Oil, butter, or spray a standard pie plate or a 2-quart baking dish (use the latter for closer to 5 pounds of squash).
Cut the squash crosswise into four equally thick rounds and place them on a baking sheet.
Lightly sprinkle with salt, ensuring not to use any oil, and bake for an hour, flipping halfway through the cooking process to ensure even baking.
Step 2: Fry the Zucchini
Coat the bottom of a medium skillet with olive oil and heat thoroughly over medium-high heat.
Add as many zucchini slices as will fit in a single layer and fry them on one side for 3 to 5 minutes until golden brown.
Flip the zucchini slices, fry on the other side, then remove to paper towels to drain.
Lightly sprinkle with salt.
Continue this process, adding more oil as needed, until all zucchini slices are fried.
Set them aside for later.
Step 3: Prepare the Ricotta Mixture
To prepare the ricotta mixture, first place the tomato sauce in a fine mesh strainer over a bowl and stir occasionally to drain excess water.
Then, heat a teaspoon of oil in the skillet used for the zucchini over medium heat, add the onions, and cook for 7 to 10 minutes until softened and moderately browned.
Transfer the onions to a large mixing bowl.
Allow the onions to cool slightly before adding half of the Parmesan cheese, the ricotta, eggs, a teaspoon of salt, and ¼ teaspoon of pepper.
Stir everything together until well combined.
Step 4: Handle and Dry the Squash Noodles
Once the baked squash rounds are tender and have cooled slightly, use a fork to shred them into noodles.
Place the shredded squash into a colander over the sink or a bowl and press to remove as much water as possible.
To further dry out the squash noodles, spray the baking sheet with olive oil and spread the noodles in a single layer.
Heat in a 250°F oven for about 20 minutes.
Add the dried squash noodles to the ricotta mixture and mix well to combine.

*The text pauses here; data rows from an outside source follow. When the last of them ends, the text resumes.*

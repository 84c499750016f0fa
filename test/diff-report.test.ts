// The diff report in headless Chromium from file:// (test/helpers/browser.ts), as for the sift report: no request
// leaves the file, no console or page errors, and what the page shows equals the diff it was made from.
import { mkdtempSync, readFileSync } from 'node:fs';
import { tmpdir } from 'node:os';
import { join } from 'node:path';
import { afterAll, beforeAll, describe, expect, it } from 'vitest';
import type { Browser } from 'playwright-core';
import { launchChromium, openFile } from './helpers/browser.js';
import { diffLandscapes } from '../src/landscape/diff.js';
import { writeDiffOutputs, DIFF_PAIR_COLUMNS, DIFF_STRUCTURE_COLUMNS } from '../src/landscape/diff-files.js';
import { landscapeOf, pairedRuns } from './diff-fixtures.js';
import { tableHeaders } from '../src/io/tables.js';

let browser: Browser;
beforeAll(async () => { browser = await launchChromium(); });
afterAll(async () => { await browser?.close(); });

describe('diff report', () => {
  it('opens offline without errors and shows the counts, pairs and lines of the diff', async () => {
    const { A, B } = pairedRuns(8, 10, 12, 4, 5, 0.004, 0.2);
    // an id that would be markup if it reached the page as HTML
    A[0].id = '<img src=x onerror=alert(1)>';
    const d = await diffLandscapes(landscapeOf(A, 10), landscapeOf(B, 10), 'runs/a', 'runs/b', { threads: 1 });
    const dir = mkdtempSync(join(tmpdir(), 'polysift-diff-report-'));
    writeDiffOutputs(dir, d, 'Run A <vs> run B');

    // The CSVs hold one row per kept structure / matched pair, with the documented columns.
    const structuresCsv = readFileSync(join(dir, 'diff-structures.csv'), 'utf8').trim().split('\n');
    expect(structuresCsv[0]).toBe(tableHeaders(DIFF_STRUCTURE_COLUMNS, d.energyUnit).join(','));
    expect(structuresCsv[0]).toBe('run,id,source,presence,energy_rank,energy_rel_kj_per_mol,density_g_per_cm3,space_group,partner,partner_distance_angstrom,nearest_other,nearest_other_distance_angstrom,z_prime,composition,flags,flat_minimum_with,flat_minimum_distance_angstrom');
    expect(structuresCsv.length - 1).toBe(A.length + B.length);
    const pairsCsv = readFileSync(join(dir, 'diff-pairs.csv'), 'utf8').trim().split('\n');
    expect(pairsCsv[0]).toBe(tableHeaders(DIFF_PAIR_COLUMNS, d.energyUnit).join(','));
    expect(pairsCsv.length - 1).toBe(12);
    expect(JSON.parse(readFileSync(join(dir, 'diff.json'), 'utf8')).counts).toEqual(d.counts);

    const w = await openFile(browser, join(dir, 'report.html'));
    expect(w.blocked).toEqual([]);
    expect(w.failed).toEqual([]);
    expect(w.consoleErrors).toEqual([]);
    expect(w.pageErrors).toEqual([]);
    expect(w.dialogs).toEqual([]);
    const page = w.page;
    expect(await page.textContent('#page-title')).toBe('Run A <vs> run B');
    const counts = await page.$$eval('#counts-table tr', (rows) => rows.map((r) => r.textContent));
    expect(counts.slice(0, 3)).toEqual(['In both runs12', 'Only in A4', 'Only in B5']);
    expect(await page.textContent('#summary-statement')).toContain(`Spearman’s rank correlation of the energies over 12 matched pairs: ${(d.spearman as number).toFixed(4)}`);
    expect(await page.$$eval('#pairs-table tbody tr', (r) => r.length)).toBe(12);
    expect(await page.$$eval('#only-a-table tbody tr', (r) => r.length)).toBe(4);
    expect(await page.$$eval('#only-b-table tbody tr', (r) => r.length)).toBe(5);
    // Lines: every matched pair appears once as a segment (two points and a gap) across the EMD colour classes.
    const plot = await page.evaluate(() => {
      const gd = document.getElementById('overlay-plot') as unknown as { data: Array<{ mode: string; x: Array<number | null> }> };
      const lines = gd.data.filter((t) => t.mode === 'lines');
      const markers = gd.data.filter((t) => t.mode === 'markers');
      return { segments: lines.reduce((s, t) => s + t.x.filter((v) => v === null).length, 0), points: markers.slice(0, 4).map((t) => t.x.length) };
    });
    expect(plot.segments).toBe(12);
    expect(plot.points).toEqual([12, 4, 12, 5]);
    // Turning the lines off hides them.
    await page.click('#show-pair-lines');
    const hidden = await page.evaluate(() => (document.getElementById('overlay-plot') as unknown as { data: Array<{ mode: string; visible?: boolean }> }).data.filter((t) => t.mode === 'lines').every((t) => t.visible === false));
    expect(hidden).toBe(true);
    // The hostile id is shown as text.
    expect(await page.locator('img').count()).toBe(0);
    await w.context.close();
  });
});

Spread this squash mixture into your prepared pie plate or baking dish.
Step 5: Assemble and Bake the Pie
Top the squash mixture with an even layer of fried zucchini.
Gently spread all of the drained tomato sauce over the zucchini layer.
Top with either fontina or mozzarella cheese, the remaining Parmesan, and a pinch of black pepper.
Place the pie on a rimmed baking sheet to catch any overflow and bake at 375°F for 30 minutes until bubbly and the cheese has melted.
Increase the oven temperature to 425°F and bake for an additional 10 minutes to brown the top layer of cheese.
Step 6: Cool, Slice, and Serve
Allow the pie to cool briefly after removing it from the oven.
Cut into slices and serve, garnishing with freshly sliced basil for a fresh finishing touch.